Do you know what it means to get a no closing costs refinance from your bank? Each time that you take out a mid to large sized mortgage or loan, you are going to be required to either pay extra money through monthly interest rates or by paying a closing cost. A closing cost is basically a fee that is attached to the final payment of a mortgage that ranges anywhere from hundreds to thousands of dollars. Sometimes it can actually be a good idea to take out a refinancing payment option through your lender that allows you to skip paying the closing costs.

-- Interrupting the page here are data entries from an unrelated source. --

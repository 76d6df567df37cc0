"""The reliability suite's two long runs, each done once per test session and shared by the tests that read them.

``campaign``: 36 sessions against a real node (``jointstat.node.daemon.Node``) — 18 faulted sessions, every fault
kind (cut, kill, stall) in every phase once with the node accepting or initiating, each followed by its job's
retry — judged and scanned for secrets (``jointstat.bench.faults.run_campaign``, what ``jointstat bench faults``
runs). ``fuzzing``: 10,000 mutated frames sent to a node's session server (``run_fuzzing``).
"""

from __future__ import annotations

import asyncio

import pytest
from jointstat.bench import faults

CAMPAIGN_SESSIONS = 36
FUZZ_FRAMES = 10_000


@pytest.fixture(scope="session")
def campaign(tmp_path_factory: pytest.TempPathFactory) -> faults.CampaignReport:
    return asyncio.run(faults.run_campaign(CAMPAIGN_SESSIONS, tmp_path_factory.mktemp("campaign")))


@pytest.fixture(scope="session")
def fuzzing() -> faults.FuzzReport:
    return asyncio.run(faults.run_fuzzing(FUZZ_FRAMES))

On the other hand, it may be a better deal to cough up the money to cover the costs of closing because they may be less than the total amount of interest that you will be charged on your monthly payments. It is completely up to you to decide what kind of payment policy that you are going to need. Each person has different needs and is going to attempt to find out what type of refinancing policy is going to be best for their particular situation. It is good to ask yourself whether you are interested in saving money in the short term or whether you don’t mind paying a little bit extra in the short term to save in the long run.

If you are trying to save yourself money in the short term, then you are going to want to get a no closing cost refinance loan. With that said, if your goal is to have more money in the long run (e.g. after you are done paying off your mortgage), then you will want to make sure that you decide to pay for the closing costs. A lot of times the closing costs scare a lot of people because they can be quite high. However, if the closing costs are only $1000 and you end up paying $2500 in interest rates in exchange for not having to pay the closing, you are actually losing money.